I need to add quite a lot of cardboard to my compost bin. Its quite tedious ripping it up by hand all the time, would a paper shredder shred it perhaps or would a garden shredder be better.
Thanks to anyone taking the time to respond.

Soak it in water in a large Tupperware first. It should become very easy to tear. I had a huge box that I bought a pergola kit in that pretty much self-destructed after being rained on.

You don't have to make the pieces very small. The worms love to go in the corrugations. Just make sure it is nice and damp before putting it in your compost.

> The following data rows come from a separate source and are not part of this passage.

"""What a method other than offline training sees of a task: tensors and small functions.

A method never imports a task package. The composition root hands it a
:class:`FiniteEnvironment` built by the task (for finite tasks:
``toy_tasks.methods.view``). Methods reach the policy only through
``log_distribution()`` (exact expectations over a finite response set) and
``logprobs(prompt, response)`` (sampled estimators), and the task only through
the reference log-probabilities, the rewards and the preference. A sequence task
can plug in by offering the same calls (``sample``, ``reward``, ``prefer``,
``reference_logprobs``) for its own responses; the exact estimators need a
finite response set.
"""

from __future__ import annotations

from dataclasses import dataclass

import torch

Tensor = torch.Tensor


@dataclass
class FiniteEnvironment:
    """A finite task as tensors.

    Attributes:
        reference: (X, K) log pi_ref, cached once.
        prompt_weights: (X,) sums to 1.
        rewards: (X, K) rewards r(x, y), or None (then reward-based methods refuse).
        preference: (X, K, K) P[x, i, j] = probability i is preferred to j, or None.
    """

    reference: Tensor
    prompt_weights: Tensor
    rewards: Tensor | None = None
    preference: Tensor | None = None

    @property
    def n_prompts(self) -> int:
        return self.reference.shape[0]

    def reference_logprobs(self, prompt: Tensor, response: Tensor) -> Tensor:
        """log pi_ref(response | prompt): (B,), (B,) -> (B,)."""
        return self.reference[prompt, response]

    def reward(self, prompt: Tensor, response: Tensor) -> Tensor:
        """r(prompt, response): (B,), (B,) -> (B,)."""
        if self.rewards is None:
            raise ValueError("this method needs rewards, and the task has none; use a task with rewards "
                             "(e.g. task=bradley_terry) or method.reward=win_rate")
        return self.rewards[prompt, response]

    def prefer(self, prompt: Tensor, first: Tensor, second: Tensor) -> Tensor:
        """P(first > second | prompt): (B,) x 3 -> (B,)."""
        if self.preference is None:
            raise ValueError("this method needs a preference, and the task has none")
        return self.preference[prompt, first, second]

    @staticmethod
    def sample(policy: torch.nn.Module, per_prompt: int, generator: torch.Generator) -> tuple[Tensor, Tensor]:
        """``per_prompt`` responses for every prompt, drawn from the policy without gradient.

        Returns (prompt, response), each (X * per_prompt,), grouped by prompt.
        """
        with torch.no_grad():
            probs = policy.log_distribution().exp()  # (X, K)
            response = torch.multinomial(probs, per_prompt, replacement=True, generator=generator)  # (X, n)
        prompt = torch.arange(probs.shape[0]).repeat_interleave(per_prompt)  # (X * n,)
        return prompt, response.reshape(-1)
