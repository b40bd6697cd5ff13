"""Choosing a method by name: the ``method`` config group to a per-step objective, and training it.

The methods themselves are described in :mod:`polopt.methods`."""


from __future__ import annotations

from collections.abc import Callable
from pathlib import Path

import torch

from polopt.losses.margin import MarginLoss
from polopt.methods.distill import distill_objective
from polopt.methods.environment import FiniteEnvironment
from polopt.methods.group import group_objective
from polopt.methods.rl import rl_objective
from polopt.methods.selfplay import selfplay_objective
from polopt.training.contracts import TrainResult
from polopt.training.loop import MethodBatches, TrainSettings, optimise
from polopt.training.optim import OptimConfig

METHODS = ("offline", "rl", "selfplay", "best_of_n", "group")


def check_method(name: str) -> None:
    if name not in METHODS:
        raise ValueError(f"method must be one of {', '.join(METHODS)}, got {name!r}")


def method_objective(method: dict, policy: torch.nn.Module, env: FiniteEnvironment, *, loss: MarginLoss, beta: float,
                     target: torch.Tensor | None, seed: int) -> Callable:
    """The per-step objective of the method named by ``method['name']`` with its keys."""
    name = method["name"]
    check_method(name)
    generator = torch.Generator().manual_seed(seed)
    estimator = method.get("estimator", "exact")
    if name == "rl":
        return rl_objective(policy, env, beta=beta, estimator=estimator, batch_size=method.get("batch_size", 64),
                            generator=generator)
    if name == "selfplay":
        return selfplay_objective(policy, env, loss, beta=beta, estimator=estimator,
                                  batch_size=method.get("batch_size", 64), update=method.get("update"),
                                  generator=generator)
    if name == "best_of_n":
        return distill_objective(policy, env, target=target, estimator=estimator, n=method.get("n", 4),
                                 n_samples=method.get("n_samples", 4096), generator=generator)
    if name == "group":
        return group_objective(policy, env, beta=beta, group_size=method.get("group_size", 4),
                               advantage=method.get("advantage", "standardised"), kl=method.get("kl", "estimator"),
                               estimator=estimator, batch_size=method.get("batch_size", 16), generator=generator)
    raise ValueError("method=offline trains with polopt.training.loop.PairBatches, not through polopt.methods")


def train_method(method: dict, policy: torch.nn.Module, env: FiniteEnvironment, *, loss: MarginLoss, beta: float,
                 steps: int, optim: OptimConfig, target: torch.Tensor | None = None, seed: int = 0,
                 log_every: int = 10, evaluate: Callable | None = None, metrics_path: Path | None = None,
                 progress: bool = True) -> TrainResult:
    """Train ``policy`` with the method ``method['name']`` (not offline)."""
    objective = method_objective(method, policy, env, loss=loss, beta=beta, target=target, seed=seed)
    settings = TrainSettings(steps=steps, optim=optim, beta=beta, seed=seed, log_every=log_every, progress=progress)
    return optimise(policy, MethodBatches(objective, method["name"]), settings, evaluate=evaluate,
                    metrics_path=metrics_path)
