1. ``elementwise``: one value per margin, the same shape out as in, no coupling
   between margins (a Jacobian with zero off-diagonal), a torch.Tensor.
2. ``finite``: finite values and gradients at margins up to +-1e4 in float64,
   float32 and bfloat16.
3. ``signal``: f'(0) < 0, i.e. at the reference (all margins 0) the loss pushes
   winners up. f'(0) > 0 rewards the loser; f'(0) = 0 gives no gradient at all.
4. ``convexity``: second differences on a grid; not convex is a warning.
5. ``taylor``: f(0), f'(0), f''(0) and the ratio f''(0) / |f'(0)| (Tang et al.
   2024, GPO), with the beta at which each built-in regularises as strongly.
6. ``pair_optimum``: the per-pair optimum x*(p) = argmin p f(x) + (1 - p) f(-x)
   on a grid of p: positive for p > 1/2, non-decreasing, 0 at p = 1/2.
7. ``certainty``: whether x*(1) is finite (Azar et al. 2023, section 4.2).
8. ``scale``: whether f is a rescaled built-in, f(x) = c g(a x) + k; a != 1 is the
   built-in at beta * a (a wrong scale if the built-in was meant).
9. ``population:<task>``: on each finite task given, the exact optimum of the
   population loss against what the trainer reaches in exact mode, and the sign of
   the trained weighted mean margin.

The finite tasks are arguments (objects with ``prepare(loss, beta=, mode=)``, see
:mod:`polopt.training.loop`), so this module never imports ``toy_tasks``.
"""

from __future__ import annotations

import math
from collections.abc import Callable, Sequence

import numpy as np
import scipy.optimize
import torch

from polopt import losses
from polopt.checks.group import run_group_checks, unvalidated_group
from polopt.checks.pair import run_pair_checks
from polopt.checks.population import check_population
from polopt.checks.result import CheckResult, Report, guarded, what_it_tests
from polopt.losses.group_objective import GroupObjective
from polopt.losses.margin import MarginLoss
from polopt.losses.registry import PairLoss
from polopt.training.optim import OptimConfig

Tensor = torch.Tensor

EXTREME_MARGINS = (-1e4, -1e3, -100.0, -50.0, -20.0, -5.0, -1.0, 0.0, 1.0, 5.0, 20.0, 50.0, 100.0, 1e3, 1e4)
CURVE_P = np.round(np.linspace(0.02, 0.98, 49), 10)  # includes 1/2
CONVEXITY_GRID = (-30.0, 30.0, 0.01)  # start, stop, step of the second differences
NO_SIGNAL_SLOPE = 1e-8  # |f'(0)| below this (relative to max(1, |f''(0)|)) is no signal










# ----------------------------------------------------------------------------
# Helpers
# ----------------------------------------------------------------------------


def _builtins() -> list[MarginLoss]:
    return [losses.resolve_margin(name) for name in losses.builtin_names("margin")]


def _call(loss: MarginLoss, x: Tensor) -> Tensor:
    """f(x), with a TypeError when f does not return a tensor."""
    out = loss(x)
    if not isinstance(out, Tensor):
        raise TypeError(f"f returned a {type(out).__name__}, not a torch.Tensor")
    return out


def _error(name: str, err: Exception) -> CheckResult:
    return CheckResult(name, "fail", f"f raised {type(err).__name__}: {err}", {"error": str(err)})
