"""Self-play with a loss of the family: pairs from the current policy, the opponent a stop-gradient copy.

Each step draws pairs (y, y') i.i.d. from stopgrad(pi), labels them by the
preference P and minimises the offline objective ``f(beta rho)`` of
:mod:`polopt.objective` on them: online IPO when f is the squared loss
(Calandriello et al., Human Alignment of Large Language Models through Online
Preference Optimisation, 2024). IPO's minimiser against a fixed sampling
distribution mu is ``pi ∝ pi_ref exp(P(y > mu) / tau)``, tau = beta / 2 (Azar et
al. 2023); with mu = stopgrad(pi) a stationary point satisfies
``pi ∝ pi_ref exp(P(y > pi) / tau)``: the Nash equilibrium of the regularised
preference game (Munos et al., Nash Learning from Human Feedback, 2023).

Estimators (``method.estimator``):
- ``exact``: every ordered pair (i, j), i != j, weighted by ``mu_i mu_j P[i, j]``
  (the expectation over pairs and labels; pairs with i = j have margin 0 and
  carry no gradient).
- ``sampled``: ``method.batch_size`` pairs per prompt from mu, labels drawn from P.
"""

from __future__ import annotations

from collections.abc import Callable

import torch

from polopt.losses import Loss
from polopt.methods.environment import FiniteEnvironment
from polopt.methods.rl import check_estimator
from polopt.objective import margins, preference_loss
from polopt.pair_set import score_pairs

Tensor = torch.Tensor


def selfplay_objective(policy: torch.nn.Module, env: FiniteEnvironment, loss: Loss, *, beta: float,
                       estimator: str = "exact", batch_size: int = 64,
                       generator: torch.Generator | None = None) -> Callable[[int], tuple[Tensor, dict]]:
    """The per-step objective of :func:`polopt.train.optimise` for self-play."""
    check_estimator(estimator)
    if env.preference is None:
        env.prefer(*(torch.zeros(1, dtype=torch.long),) * 3)  # raises the named error
    if estimator == "sampled" and (not isinstance(batch_size, int) or batch_size < 1):
        raise ValueError(f"method.batch_size must be a positive integer, got {batch_size!r}")
    generator = generator or torch.Generator().manual_seed(0)
    n_prompts, k = env.reference.shape
    x, i, j = torch.nonzero(~torch.eye(k, dtype=torch.bool).expand(n_prompts, k, k), as_tuple=True)  # (E,) each

    def exact(step: int) -> tuple[Tensor, dict]:
        logp = policy.log_distribution()  # (X, K)
        with torch.no_grad():
            mu = logp.exp()  # the opponent: a stop-gradient copy of the policy
            weight = env.prompt_weights[x] * mu[x, i] * mu[x, j] * env.preference[x, i, j]  # (E,)
        rho = margins(logp[x, i], logp[x, j], env.reference[x, i], env.reference[x, j])  # (E,)
        margin_mean = float((weight * rho.detach()).sum() / weight.sum())
        return preference_loss(loss, rho, beta=beta, weights=weight), {"margin_mean": margin_mean}

    def sampled(step: int) -> tuple[Tensor, dict]:
        prompt, first = env.sample(policy, batch_size, generator)  # (X * B,)
        _, second = env.sample(policy, batch_size, generator)
        with torch.no_grad():
            first_wins = torch.rand(len(prompt), generator=generator, dtype=env.reference.dtype) < env.prefer(
                prompt, first, second)
        winner, loser = torch.where(first_wins, first, second), torch.where(first_wins, second, first)
        logp_w, logp_l = score_pairs(policy.logprobs, prompt, winner, loser)  # (X B,) each
        rho = margins(logp_w, logp_l, env.reference_logprobs(prompt, winner), env.reference_logprobs(prompt, loser))
        weight = env.prompt_weights[prompt]
        return preference_loss(loss, rho, beta=beta, weights=weight), {"margin_mean": float(rho.detach().mean())}

    return exact if estimator == "exact" else sampled
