export async function sessionSummary(sessionId: number, layout: Layout, startedAt: number, endAt: number): Promise<SessionSummary> {
  const db = useDatabase()
  const q = <T extends object>(sql: string) => db.sequelize.query<T>(sql, { replacements: { sessionId }, type: QueryTypes.SELECT })
  const names = namesOf(layout)
  const people = await peopleNames()
  const person = personLookup(people)

  const [start] = await q<{ state: CheckpointState }>(`SELECT state FROM session_checkpoints WHERE session_id = :sessionId AND event_id = 0`)
  const areaRows = await q<EventRow>(`SELECT id, at, type, subject, payload, user_id FROM events WHERE session_id = :sessionId AND type = 'command'
    AND payload->>'action' IN ('take-area', 'release-area', 'force-release', 'hand-over') ORDER BY id`)
  const commands: AreaCommand[] = areaRows.map(r => ({ at: r.at.getTime(), area: String(r.payload.area), action: String(r.payload.action), userId: r.user_id, to: r.payload.to ?? null }))
  const areas = areaIntervals(start?.state.areas ?? {}, startedAt, commands, endAt).map(i => ({
    area: i.area, areaName: names.area(i.area), person: people.get(i.userId) ?? `person ${i.userId}`,
    from: iso(i.from), to: iso(i.to), seconds: Math.round((i.to - i.from) / 1000),
  }))

  const commandCounts = await q<{ kind: string, user_id: number | null, count: string }>(`SELECT payload->>'action' AS kind, user_id, count(*) AS count
    FROM events WHERE session_id = :sessionId AND type = 'command' GROUP BY 1, 2 ORDER BY 1, 2`)

  // the description entries, from their narrow copy (session_train_steps)
  const steps = await q<{ description: string, moves: string, blocks: string[], first_at: string, last_at: string }>(`
    SELECT description, count(*) FILTER (WHERE reason = 'step') AS moves,
      array_agg(block ORDER BY event_id) AS blocks, min(at_ms) AS first_at, max(at_ms) AS last_at
    FROM session_train_steps WHERE session_id = :sessionId AND reason IS DISTINCT FROM 'spad' AND description IS NOT NULL
    GROUP BY 1 ORDER BY min(at_ms)`)

  const alarms = await q<{ payload: JournalPayload }>(`SELECT payload FROM events WHERE session_id = :sessionId AND type = 'alarm' AND coalesce(payload#>>'{alarm,kind}', 'spad') = 'spad' ORDER BY id`)
  const acks = await q<{ payload: JournalPayload, user_id: number | null }>(`SELECT payload, user_id FROM events WHERE session_id = :sessionId AND type = 'alarm-acknowledged' ORDER BY id`)
  const ackOf = new Map(acks.map(a => [String(a.payload.alarm?.id), a]))
  const dangerPasses = alarms.map(({ payload }) => {
    const a = payload.alarm ?? {}
    const ack = ackOf.get(String(a.id))
    const ackAt = ack?.payload.alarm?.acknowledgedAt ?? null
    return {
      alarm: String(a.id), signal: String(a.signal), block: String(a.block), description: a.description ?? null, at: iso(a.at),
      acknowledgedAt: ackAt === null ? null : iso(ackAt),
      secondsToAcknowledge: ackAt === null ? null : Math.round((ackAt - a.at) / 100) / 10,
      acknowledgedBy: ack ? person(ack.payload.alarm?.acknowledgedBy) ?? person(ack.user_id) : null,
    }
  })

  const dropouts = await q<{ block: string, count: string }>(`SELECT subject AS block, count(*) AS count FROM events
    WHERE session_id = :sessionId AND type = 'dropout' GROUP BY 1 ORDER BY 2 DESC, 1`)
  const speeds = await q<{ at: Date, payload: JournalPayload }>(`SELECT at, payload FROM events WHERE session_id = :sessionId AND type = 'speed' ORDER BY id LIMIT 5000`)
  const [{ count }] = await q<{ count: string }>(`SELECT count(*) FROM events WHERE session_id = :sessionId`) as [{ count: string }]

  return {
    durationSeconds: Math.max(0, Math.round((endAt - startedAt) / 1000)),
    events: Number(count),
    areas,
    commands: commandCounts.map(c => ({ kind: c.kind, person: c.user_id === null ? null : people.get(c.user_id) ?? null, count: Number(c.count) })),
    trains: steps.map(s => ({
      description: s.description, moves: Number(s.moves), blocks: [...new Set(s.blocks)].map(b => names.block(b)),
      firstAt: iso(Number(s.first_at)), lastAt: iso(Number(s.last_at)),
    })),
    dangerPasses,
    dropouts: dropouts.map(d => ({ block: d.block, blockName: names.block(d.block), count: Number(d.count) })),
    speeds: speeds.map(({ at, payload: p }) => ({
      description: p.description, block: p.block, blockName: names.block(p.block), at: at.toISOString(),
      lengthMm: p.lengthMm, seconds: p.seconds, kmh: p.kmh, mph: p.mph,
    })),
    scale: { name: layout.scale.name, ratio: layout.scale.ratio },
  }
}
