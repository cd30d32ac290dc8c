"""PI gains of the two loops from target crossover and phase margin, placed and checked on
the exact sampled loops the firmware and the plant form.

Averaged plants (Erickson & Maksimovic, Fundamentals of Power Electronics, averaged switch
modelling chapters): current loop duty -> inductor current ``K_i/s``, ``K_i = Vo/L`` (from
``L di/dt = v - (1 - d) Vo``; with an input filter the circuit of ``CurrentCircuit``, sampled
exactly, ``current_plant``); voltage loop input power command -> bus voltage ``K_v/s``,
``K_v = eta/(C Vo)`` (energy balance ``C Vo dv/dt = eta P_cmd - P_load``, constant-power load,
the least damped case).

Timing (the contract's, ``design.contract.TIMINGS[carrier]``, ``[control] carrier``; the
plant applies the same). Centre-aligned PWM: the main switch on for ``d T/2`` at each end of
the period, the ADC sampling at mid-period (the period's average current in CCM), the compare
computed from that sample taking effect at the next period start. Between two samples lie
the second half of the period before (duty ``d[k-1]``) and the first half of the next one
(``d[k]``), so the sampled current obeys ``i[k+1] = i[k] + (K_i T/2) (d[k] + d[k-1])``:

    P_i(z) = (K_i T / 2) (z + 1) / (z (z - 1))

(the sample-and-hold and the half-period computation delay are in it; no free delay figure).
Edge-aligned PWM: the low switch on for ``d T`` from the period start, the ADC at half that
on-time (the middle of a ramp: the period's average in CCM). The sample then sits after the
start by ``d T/2``, on a slope of ``|v|/L`` (positive half, the low switch the main one) or
``(V_o - |v|)/L`` (negative half): ``s[k] = i_start[k] + a d[k]`` with ``a = a' K_i T``,
``a' = |v|/(2 V_o)`` or ``(V_o - |v|)/(2 V_o)``, between 0 and 1/2, and ``i_start[k+1] =
i_start[k] + K_i T d[k]``:

    P_i(z) = K_i T ((1 - a') + a' z) / (z (z - 1))

which is the centre-aligned plant at ``a' = 1/2`` and ``K_i T/(z (z - 1))`` at ``a' = 0`` (a
main switch with no on-time before the sample: a whole period's delay). ``a' = 0`` has the
least phase and the most gain at every frequency up to Nyquist (``|1 - a' + a' e^{jwT}| <= 1``,
its phase lead ``>= 0``), so the edge-aligned loop is designed and its margins reported there:
the worst point of the line cycle (the crossing in the positive half, the peak region at a
high line in the negative half).
The voltage loop runs at the end of each of ``BUS_BLOCKS`` blocks of a half line cycle
(``tv = Th/BUS_BLOCKS``) on the mean of the last ``BUS_BLOCKS`` block means (a sliding half
cycle), its command held over the next block: the bus at block ends ``v[n+1] = v[n] + K_v tv
p[n]``, a block's mean ``v[n] + K_v tv p[n]/2``, the window the sum of ``BUS_BLOCKS`` of them:

    P_v(z) = K_v tv (z + 1) (z^7 + ... + 1) / (2 BUS_BLOCKS z^BUS_BLOCKS (z - 1))

(the sliding mean's magnitude and delay both in it). Both PIs are discretised by backward
Euler, ``C(z) = Kp + Ki T z/(z - 1)``, and placed exactly: ``C(e^{jwT}) P(e^{jwT})`` has
magnitude 1 and phase ``-180 deg + PM`` at the asked crossover. The margins reported are
then read off the same loop on a dense grid up to Nyquist (computed, not assumed);
``tests/test_tuning.py`` recomputes them with python-control from transfer functions it
builds itself.
"""

from __future__ import annotations

import math
from dataclasses import asdict, dataclass, replace
from typing import Any

import numpy as np

from .config import Config, ConfigError
from .contract import timing
from .derive import Resolved, ff_step
from .filter import expm
from .filter import system as filter_system

BUS_BLOCKS = 8  # blocks of the sliding half-cycle bus average (a power of two)


@dataclass(frozen=True)
class LoopDesign:
    """One PI loop: gains, the discrete step, the target and the achieved figures."""

    name: str
    kp: float  # loop-specific units, see ``units``
    ki: float  # kp units per second
    ts_s: float  # PI update period
    plant_gain: float  # K of the averaged plant K/s
    plant_num: tuple[float, ...]  # sampled plant P(z), numerator in descending powers of z
    plant_den: tuple[float, ...]  # ... and its denominator
    target_crossover_Hz: float
    target_phase_margin_deg: float
    crossover_Hz: float
    phase_margin_deg: float
    gain_margin_dB: float
    units: str
    # the sensed line's own paths (current loop with an input filter): the duty to sampled
    # line-voltage plant over ``plant_den`` (empty: none), the current reference's gain on
    # |v| at the design point (A/V), the feedforward low-pass's step and the bus (V)
    line_num: tuple[float, ...] = ()
    ref_gain_A_per_V: float = 0.0
    ff_k: float = 1.0
    vout_V: float = 1.0

    @property
    def ki_ts(self) -> float:
        """Integrator increment per update and unit error (Ki T)."""
        return self.ki * self.ts_s

    def as_dict(self) -> dict:
        d = asdict(self)
        d["ki_ts"] = self.ki_ts
        return d

    def plant(self, f_Hz: np.ndarray | float) -> np.ndarray:
        """The sampled plant P(exp(jwT)) at frequencies ``f_Hz``."""
        z = np.exp(2j * np.pi * np.asarray(f_Hz, dtype=float) * self.ts_s)
        return np.polyval(self.plant_num, z) / np.polyval(self.plant_den, z)

    def line_paths(self, f_Hz: np.ndarray | float) -> tuple[np.ndarray, np.ndarray]:
        """``(P_v, F)`` at ``f_Hz``: the duty to sampled |v| plant and the feedforward's
        low-pass ``F(z) = K z/(z - (1 - K))`` (``P_v`` 0 without the paths)."""
        z = np.exp(2j * np.pi * np.asarray(f_Hz, dtype=float) * self.ts_s)
        if not self.line_num:
            return np.zeros_like(z), np.ones_like(z)
        pv = np.polyval(self.line_num, z) / np.polyval(self.plant_den, z)
        return pv, self.ff_k * z / (z - (1.0 - self.ff_k))

    def loop_gain(self, f_Hz: np.ndarray) -> np.ndarray:
        """Open-loop gain at frequencies ``f_Hz``, the loop broken at its feedback sample:
        ``C P`` with ``C(z)`` the PI and ``P(z)`` the sampled plant; with the line's paths
        (module docstring) ``C P/(1 + F P_v (1/V_o - C g))``."""
        z = np.exp(2j * np.pi * np.asarray(f_Hz, dtype=float) * self.ts_s)
        pi = self.kp + self.ki * self.ts_s * z / (z - 1.0)
        pv, ff = self.line_paths(f_Hz)
        return (
            pi
            * self.plant(f_Hz)
            / (1.0 + (ff * pv) * (1.0 / self.vout_V - pi * self.ref_gain_A_per_V))
        )


def _pi_for(loop: LoopDesign, fc: float, pm_deg: float) -> tuple[float, float]:
    """(kp, ki) placing ``loop.loop_gain`` at magnitude 1 and phase -180 + pm at ``fc``: the
    PI's value ``C_t`` there solves ``T = C P/(1 + F P_v (1/V_o - C g))`` for the target ``T``
    (``C_t = T/P`` without the line's paths), then ``kp + ki q = C_t`` with ``q = T z/(z -
    1)``, real and imaginary parts."""
    ts, name = loop.ts_s, loop.name
    z = complex(np.exp(2j * math.pi * fc * ts))
    p = complex(loop.plant(fc))
    pv, ff = (complex(x) for x in loop.line_paths(fc))
    tt = complex(np.exp(1j * math.radians(pm_deg - 180.0)))
    ct = tt * (1.0 + ff * pv / loop.vout_V) / (p + tt * ff * pv * loop.ref_gain_A_per_V)
    p = tt / ct  # the plant the PI sees there, its own path folded in
    q = ts * z / (z - 1.0)
    ki = ct.imag / q.imag
    kp = ct.real - ki * q.real
    if kp <= 0.0 or ki <= 0.0:
        # the PI's phase lies between arg q (pure integral) and 0 (pure proportional)
        best = 180.0 + math.degrees(cmath_phase(p))
        raise ConfigError(
            f"[control] {name}: a phase margin of {pm_deg:g} deg at {fc:g} Hz is not reachable "
            f"with the sampled plant's {-math.degrees(cmath_phase(p)):.1f} deg lag there; at "
            f"most {best - 0.5:.1f} deg, or lower the bandwidth"
        )
    return kp, ki


def cmath_phase(c: complex) -> float:
    return math.atan2(c.imag, c.real)


def _grid(loop: LoopDesign) -> tuple[np.ndarray, np.ndarray]:
    """A dense log grid from three decades under the target crossover to Nyquist, and the
    loop gain on it."""
    nyq = 0.5 / loop.ts_s
    f = np.logspace(math.log10(loop.target_crossover_Hz) - 3, math.log10(nyq * 0.999), 20000)
    return f, loop.loop_gain(f)


def phase_crossover_Hz(loop: LoopDesign) -> float | None:
    """Where the loop's phase first reaches -180 deg above its crossover (Hz), None below
    Nyquist (the phase read as ``_margins`` reads it)."""
    return _crossings(loop)[2]


def _margins(loop: LoopDesign) -> tuple[float, float, float]:
    """(crossover Hz, phase margin deg, gain margin dB): ``_crossings`` without the phase
    crossing's frequency."""
    fc, pm, _, gm = _crossings(loop)
    return fc, pm, gm


def _crossings(loop: LoopDesign) -> tuple[float, float, float | None, float]:
    """(crossover Hz, phase margin deg, -180 deg crossing Hz or None, gain margin dB) on the
    dense grid: the first fall of the gain through 1, the phase there (wrapped: the
    feedforward's path cancels the plant's gain at DC, so a phase unwrapped from the grid's
    bottom can sit a turn off), and the first phase crossing of -180 deg above the crossover,
    the phase unwrapped from the crossover up, with the gain there (inf if none)."""
    f, g = _grid(loop)
    mag = np.abs(g)
    i = np.nonzero((mag[:-1] >= 1.0) & (mag[1:] < 1.0))[0]
    if len(i) == 0:
        raise ConfigError(
            f"[control] {loop.name}: the loop gain never crosses 1 below Nyquist; check the "
            "bandwidth"
        )
    k = i[0]
    t = (0.0 - math.log(mag[k])) / (math.log(mag[k + 1]) - math.log(mag[k]))
    fc = math.exp(math.log(f[k]) + t * (math.log(f[k + 1]) - math.log(f[k])))
    ph = np.unwrap(np.angle(g[k:]))
    pm = 180.0 + math.degrees(ph[0] + t * (ph[1] - ph[0]))
    pm = (pm + 180.0) % 360.0 - 180.0
    j = np.nonzero((ph[:-1] > -np.pi) & (ph[1:] <= -np.pi))[0]
    if len(j) == 0:
        return fc, pm, None, math.inf
    return fc, pm, float(f[k + j[0]]), -20.0 * math.log10(mag[k + j[0]])


def _with_margins(loop: LoopDesign) -> LoopDesign:
    """``loop`` with its crossover and margins computed afresh (``_margins``)."""
    fc, pm, gm = _margins(loop)
    return replace(loop, crossover_Hz=fc, phase_margin_deg=pm, gain_margin_dB=gm)


def _design(
    name: str,
    k_plant: float,
    num: np.ndarray,
    den: np.ndarray,
    fc: float,
    pm: float,
    ts: float,
    units: str,
    **line: Any,
) -> LoopDesign:
    nums, dens = tuple(float(x) for x in num), tuple(float(x) for x in den)
    nan = math.nan
    probe = LoopDesign(
        name, 0.0, 0.0, ts, k_plant, nums, dens, fc, pm, nan, nan, nan, units, **line
    )
    kp, ki = _pi_for(probe, fc, pm)
    return _with_margins(replace(probe, kp=kp, ki=ki))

Another way to compost it is under mulch. Just lay it down and pile mulch on it. It will really discourage the weeds.


----------



## starlady (Sep 9, 2009)

My 12-sheet office shredder handles single corrugate just fine. It won't do double corrugate, though. I shred paper, single-layer cardboard (like cereal boxes), and single corrugate and use it for cat litter over a layer of equine pine. It's a bit time-consuming, though... sometimes I'll put a movie on my laptop, turn the sound waaay up, and shred for an hour or two (with breaks to let the shredder cool down).  I used double corrugate cardboard as mulch in a garden bed - just broke down the boxes and laid them flat over the weeds, then watered thoroughly and piled mulch, grass clippings, and shredded paper on top.


----------



## Harry Chickpea (Dec 19, 2008)

Why shred it?


----------



## wogglebug (May 22, 2004)

Wet cardboard packs down to a solid sordid mat. I don't think you could altogether replace wood shavings with cardboard, although you might be able to mix the two together.


----------



## DamnearaFarm (Sep 27, 2007)

I don't see why you couldn't mix it for horse bedding- paper shreds are sold for horse bedding all the time.
http://www.papershavings.com/large_animal_bedding.php

I'd think the cardboard alone would do as wogglebug said. Never used a chipper before, so I can't comment on that part.


----------



## PD-Riverman (May 24, 2007)

I Have. Chipper shredders are built different so you would have to "feed" them different. One of mine has a top feed hole where you throw your leaves and the another shredder has a front feed. The top feed one I can cut the cardboard into long strips about 6" wide then take several strips and feed it into the shredder. The front feed one will not allow the strips because the strips would have to bend twice to get shredded so the strips have to be cut into smaller pieces, but both shread it good. 



CesumPec said:


> Has anyone every tried to use a chipper to shred cardboard for composting or bedding? I have a potential long term source for cardboard and would like to use it for horse bedding to replace or compliment wood shavings. If not a chipper, any other cardboard chopper ideas?


----------



## sisterpine (May 9, 2004)

I have used my chipper shredder for many things including all sorts of stuff for my compost pile. I just step on the boxes and then fold them in half and stuff them in the large chute on the shredder, works just fine. sisterpine


----------



## CesumPec (May 20, 2011)

Why shred cardboard for bedding materials? Well sawdust and wood chips can make great bedding but 6" logs do not, or at least not until they've been chipped. I've used shredded paper from my office and it works just fine on its own or preferably mixed with chopped straw or wood shavings. 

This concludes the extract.